▶ [Try it]:
From the listing below, pull out the lines that hold "None".

▶ [Dataset extract]:
******

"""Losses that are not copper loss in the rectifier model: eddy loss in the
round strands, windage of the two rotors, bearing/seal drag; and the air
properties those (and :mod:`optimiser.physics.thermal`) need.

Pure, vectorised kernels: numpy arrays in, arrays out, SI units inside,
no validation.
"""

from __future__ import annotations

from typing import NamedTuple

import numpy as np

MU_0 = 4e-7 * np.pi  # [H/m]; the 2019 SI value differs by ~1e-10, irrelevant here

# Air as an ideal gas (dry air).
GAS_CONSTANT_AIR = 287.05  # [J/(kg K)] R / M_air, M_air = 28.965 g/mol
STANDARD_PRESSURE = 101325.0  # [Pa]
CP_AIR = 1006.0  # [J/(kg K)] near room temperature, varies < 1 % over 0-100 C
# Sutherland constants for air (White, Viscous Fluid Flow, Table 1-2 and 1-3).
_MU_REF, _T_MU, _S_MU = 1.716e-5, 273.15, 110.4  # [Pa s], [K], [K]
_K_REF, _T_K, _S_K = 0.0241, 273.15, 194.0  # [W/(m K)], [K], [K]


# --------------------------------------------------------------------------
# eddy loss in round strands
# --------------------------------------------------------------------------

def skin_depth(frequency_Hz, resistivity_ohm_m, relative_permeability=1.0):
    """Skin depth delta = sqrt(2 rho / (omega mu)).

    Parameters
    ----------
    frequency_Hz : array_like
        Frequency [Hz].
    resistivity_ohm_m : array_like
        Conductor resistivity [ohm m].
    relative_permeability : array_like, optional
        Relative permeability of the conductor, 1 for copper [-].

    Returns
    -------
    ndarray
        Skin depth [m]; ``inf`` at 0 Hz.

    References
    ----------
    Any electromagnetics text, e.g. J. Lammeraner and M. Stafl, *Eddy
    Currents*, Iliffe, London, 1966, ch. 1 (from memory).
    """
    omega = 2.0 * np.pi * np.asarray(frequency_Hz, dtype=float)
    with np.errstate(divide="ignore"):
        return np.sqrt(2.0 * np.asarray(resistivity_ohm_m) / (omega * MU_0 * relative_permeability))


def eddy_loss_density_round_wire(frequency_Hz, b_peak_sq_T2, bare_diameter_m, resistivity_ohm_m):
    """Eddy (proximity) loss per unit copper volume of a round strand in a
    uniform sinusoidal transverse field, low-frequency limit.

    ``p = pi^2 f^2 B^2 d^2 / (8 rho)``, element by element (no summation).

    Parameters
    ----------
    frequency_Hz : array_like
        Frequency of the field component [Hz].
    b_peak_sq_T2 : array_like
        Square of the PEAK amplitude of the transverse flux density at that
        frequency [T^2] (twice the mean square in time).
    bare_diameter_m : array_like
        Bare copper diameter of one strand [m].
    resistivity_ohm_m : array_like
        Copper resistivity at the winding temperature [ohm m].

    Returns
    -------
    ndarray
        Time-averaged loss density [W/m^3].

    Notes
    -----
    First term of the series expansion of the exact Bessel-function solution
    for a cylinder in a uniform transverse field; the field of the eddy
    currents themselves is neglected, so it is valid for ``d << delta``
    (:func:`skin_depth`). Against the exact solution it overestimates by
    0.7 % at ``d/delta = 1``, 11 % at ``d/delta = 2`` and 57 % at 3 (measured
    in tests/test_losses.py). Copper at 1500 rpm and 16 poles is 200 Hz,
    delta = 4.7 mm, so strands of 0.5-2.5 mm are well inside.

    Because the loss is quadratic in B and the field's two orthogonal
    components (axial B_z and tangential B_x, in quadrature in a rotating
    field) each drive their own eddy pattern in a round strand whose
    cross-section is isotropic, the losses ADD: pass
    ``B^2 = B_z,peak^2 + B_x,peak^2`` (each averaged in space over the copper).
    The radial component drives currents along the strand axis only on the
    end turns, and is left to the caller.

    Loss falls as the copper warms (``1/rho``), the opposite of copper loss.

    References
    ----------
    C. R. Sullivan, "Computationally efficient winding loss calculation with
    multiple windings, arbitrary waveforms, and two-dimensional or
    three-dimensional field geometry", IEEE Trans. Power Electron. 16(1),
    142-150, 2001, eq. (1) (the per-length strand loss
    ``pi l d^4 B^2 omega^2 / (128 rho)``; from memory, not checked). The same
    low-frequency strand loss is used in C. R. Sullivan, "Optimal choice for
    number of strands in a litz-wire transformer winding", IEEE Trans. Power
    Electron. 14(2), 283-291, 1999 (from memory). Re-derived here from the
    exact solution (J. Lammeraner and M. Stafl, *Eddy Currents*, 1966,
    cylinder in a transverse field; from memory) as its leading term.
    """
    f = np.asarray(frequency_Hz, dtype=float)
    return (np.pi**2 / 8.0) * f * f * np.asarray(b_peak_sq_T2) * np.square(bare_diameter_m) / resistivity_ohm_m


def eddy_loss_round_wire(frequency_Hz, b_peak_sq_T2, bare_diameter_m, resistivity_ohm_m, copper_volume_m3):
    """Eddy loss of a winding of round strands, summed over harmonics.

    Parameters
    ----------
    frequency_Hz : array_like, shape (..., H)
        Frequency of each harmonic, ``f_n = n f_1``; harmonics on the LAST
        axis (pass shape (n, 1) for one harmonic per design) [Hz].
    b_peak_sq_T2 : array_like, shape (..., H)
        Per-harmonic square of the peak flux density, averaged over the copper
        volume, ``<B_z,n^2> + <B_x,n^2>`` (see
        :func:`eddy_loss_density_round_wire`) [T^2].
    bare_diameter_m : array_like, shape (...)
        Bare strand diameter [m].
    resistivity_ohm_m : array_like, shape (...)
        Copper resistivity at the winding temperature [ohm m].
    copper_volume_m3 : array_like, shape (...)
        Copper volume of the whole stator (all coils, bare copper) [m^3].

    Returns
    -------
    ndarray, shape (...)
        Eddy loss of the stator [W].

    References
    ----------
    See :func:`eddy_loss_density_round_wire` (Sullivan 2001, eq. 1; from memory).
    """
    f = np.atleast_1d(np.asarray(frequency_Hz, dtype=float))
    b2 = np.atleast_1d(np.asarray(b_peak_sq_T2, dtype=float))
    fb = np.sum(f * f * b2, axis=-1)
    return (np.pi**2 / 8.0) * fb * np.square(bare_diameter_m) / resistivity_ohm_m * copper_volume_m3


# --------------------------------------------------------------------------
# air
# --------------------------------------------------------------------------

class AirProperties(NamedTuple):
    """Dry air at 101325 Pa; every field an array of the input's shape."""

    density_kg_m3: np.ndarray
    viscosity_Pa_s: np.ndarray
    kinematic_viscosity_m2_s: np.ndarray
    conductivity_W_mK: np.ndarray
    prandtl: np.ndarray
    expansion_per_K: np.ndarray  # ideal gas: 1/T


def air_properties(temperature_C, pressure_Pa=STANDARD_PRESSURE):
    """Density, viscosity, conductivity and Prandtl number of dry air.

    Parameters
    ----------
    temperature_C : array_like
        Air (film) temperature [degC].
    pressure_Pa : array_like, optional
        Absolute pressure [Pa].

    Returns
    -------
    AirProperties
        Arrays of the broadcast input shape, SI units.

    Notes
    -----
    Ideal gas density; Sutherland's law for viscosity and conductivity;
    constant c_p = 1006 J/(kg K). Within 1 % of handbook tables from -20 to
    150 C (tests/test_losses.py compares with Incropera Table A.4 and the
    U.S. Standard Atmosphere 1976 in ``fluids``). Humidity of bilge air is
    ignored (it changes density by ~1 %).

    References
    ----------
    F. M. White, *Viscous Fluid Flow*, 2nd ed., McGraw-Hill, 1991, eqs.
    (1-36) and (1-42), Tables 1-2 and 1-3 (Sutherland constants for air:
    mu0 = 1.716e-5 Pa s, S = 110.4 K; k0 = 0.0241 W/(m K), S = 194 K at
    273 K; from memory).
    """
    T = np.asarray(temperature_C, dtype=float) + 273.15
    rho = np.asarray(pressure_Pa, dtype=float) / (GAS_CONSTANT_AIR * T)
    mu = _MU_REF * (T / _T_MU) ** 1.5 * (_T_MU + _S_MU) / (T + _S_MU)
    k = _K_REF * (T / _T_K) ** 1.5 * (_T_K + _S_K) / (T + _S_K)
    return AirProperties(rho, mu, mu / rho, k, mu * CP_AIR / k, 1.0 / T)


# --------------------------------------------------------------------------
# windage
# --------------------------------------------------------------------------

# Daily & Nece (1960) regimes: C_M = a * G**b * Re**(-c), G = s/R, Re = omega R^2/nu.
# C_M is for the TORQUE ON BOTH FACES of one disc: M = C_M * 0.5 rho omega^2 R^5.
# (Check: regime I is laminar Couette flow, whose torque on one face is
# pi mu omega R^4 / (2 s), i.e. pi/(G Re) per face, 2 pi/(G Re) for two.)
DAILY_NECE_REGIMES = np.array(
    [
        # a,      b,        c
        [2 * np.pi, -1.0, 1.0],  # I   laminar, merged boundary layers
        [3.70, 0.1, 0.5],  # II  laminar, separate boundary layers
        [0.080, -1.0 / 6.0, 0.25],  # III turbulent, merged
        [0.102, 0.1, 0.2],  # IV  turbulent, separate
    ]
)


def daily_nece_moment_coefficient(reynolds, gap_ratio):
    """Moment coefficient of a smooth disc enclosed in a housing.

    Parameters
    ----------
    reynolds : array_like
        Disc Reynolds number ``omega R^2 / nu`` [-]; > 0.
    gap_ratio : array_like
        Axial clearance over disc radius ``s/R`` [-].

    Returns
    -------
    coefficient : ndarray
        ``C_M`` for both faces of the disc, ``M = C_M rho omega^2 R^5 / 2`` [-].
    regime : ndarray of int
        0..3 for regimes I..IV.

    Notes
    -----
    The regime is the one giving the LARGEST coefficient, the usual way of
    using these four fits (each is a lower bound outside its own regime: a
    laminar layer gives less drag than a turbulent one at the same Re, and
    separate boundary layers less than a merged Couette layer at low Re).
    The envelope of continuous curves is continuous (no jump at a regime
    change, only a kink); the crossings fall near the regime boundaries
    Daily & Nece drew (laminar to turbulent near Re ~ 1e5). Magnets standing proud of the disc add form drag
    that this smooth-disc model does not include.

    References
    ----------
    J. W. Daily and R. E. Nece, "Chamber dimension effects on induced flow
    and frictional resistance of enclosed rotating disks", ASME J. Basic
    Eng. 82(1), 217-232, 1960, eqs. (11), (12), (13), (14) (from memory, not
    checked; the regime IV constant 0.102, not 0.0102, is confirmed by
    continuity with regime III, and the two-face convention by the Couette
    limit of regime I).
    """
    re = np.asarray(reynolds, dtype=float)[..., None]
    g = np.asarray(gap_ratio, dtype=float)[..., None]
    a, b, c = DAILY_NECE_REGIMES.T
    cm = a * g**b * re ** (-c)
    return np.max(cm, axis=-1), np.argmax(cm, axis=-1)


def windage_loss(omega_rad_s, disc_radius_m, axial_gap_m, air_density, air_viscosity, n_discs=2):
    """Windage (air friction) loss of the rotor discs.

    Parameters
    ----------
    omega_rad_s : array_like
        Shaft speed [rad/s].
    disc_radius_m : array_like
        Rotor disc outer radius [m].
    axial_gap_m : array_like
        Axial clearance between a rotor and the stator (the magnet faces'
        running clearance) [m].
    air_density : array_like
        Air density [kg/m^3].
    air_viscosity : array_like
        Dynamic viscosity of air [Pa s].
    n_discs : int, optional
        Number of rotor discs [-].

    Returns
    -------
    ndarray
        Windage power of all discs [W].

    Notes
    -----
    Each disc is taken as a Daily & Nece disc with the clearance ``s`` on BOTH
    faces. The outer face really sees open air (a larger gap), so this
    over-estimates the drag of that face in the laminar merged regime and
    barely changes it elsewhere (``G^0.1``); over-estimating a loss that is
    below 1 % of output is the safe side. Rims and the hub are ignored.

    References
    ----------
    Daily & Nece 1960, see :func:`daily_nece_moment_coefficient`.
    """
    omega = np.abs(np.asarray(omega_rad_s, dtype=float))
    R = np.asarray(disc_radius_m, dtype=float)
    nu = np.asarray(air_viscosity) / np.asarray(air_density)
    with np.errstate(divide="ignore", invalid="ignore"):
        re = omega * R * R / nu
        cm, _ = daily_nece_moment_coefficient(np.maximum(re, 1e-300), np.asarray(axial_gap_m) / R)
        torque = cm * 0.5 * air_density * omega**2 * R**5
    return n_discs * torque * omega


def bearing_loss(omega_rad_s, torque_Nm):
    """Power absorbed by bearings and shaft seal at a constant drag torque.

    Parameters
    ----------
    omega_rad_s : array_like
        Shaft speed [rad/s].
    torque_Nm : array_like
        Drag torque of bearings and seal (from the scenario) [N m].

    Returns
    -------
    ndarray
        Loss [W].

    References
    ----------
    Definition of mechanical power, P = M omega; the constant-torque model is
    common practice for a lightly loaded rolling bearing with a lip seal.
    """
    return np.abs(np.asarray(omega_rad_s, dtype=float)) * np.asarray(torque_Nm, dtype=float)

******

▶ [Answer]:
    re = np.asarray(reynolds, dtype=float)[..., None]
    g = np.asarray(gap_ratio, dtype=float)[..., None]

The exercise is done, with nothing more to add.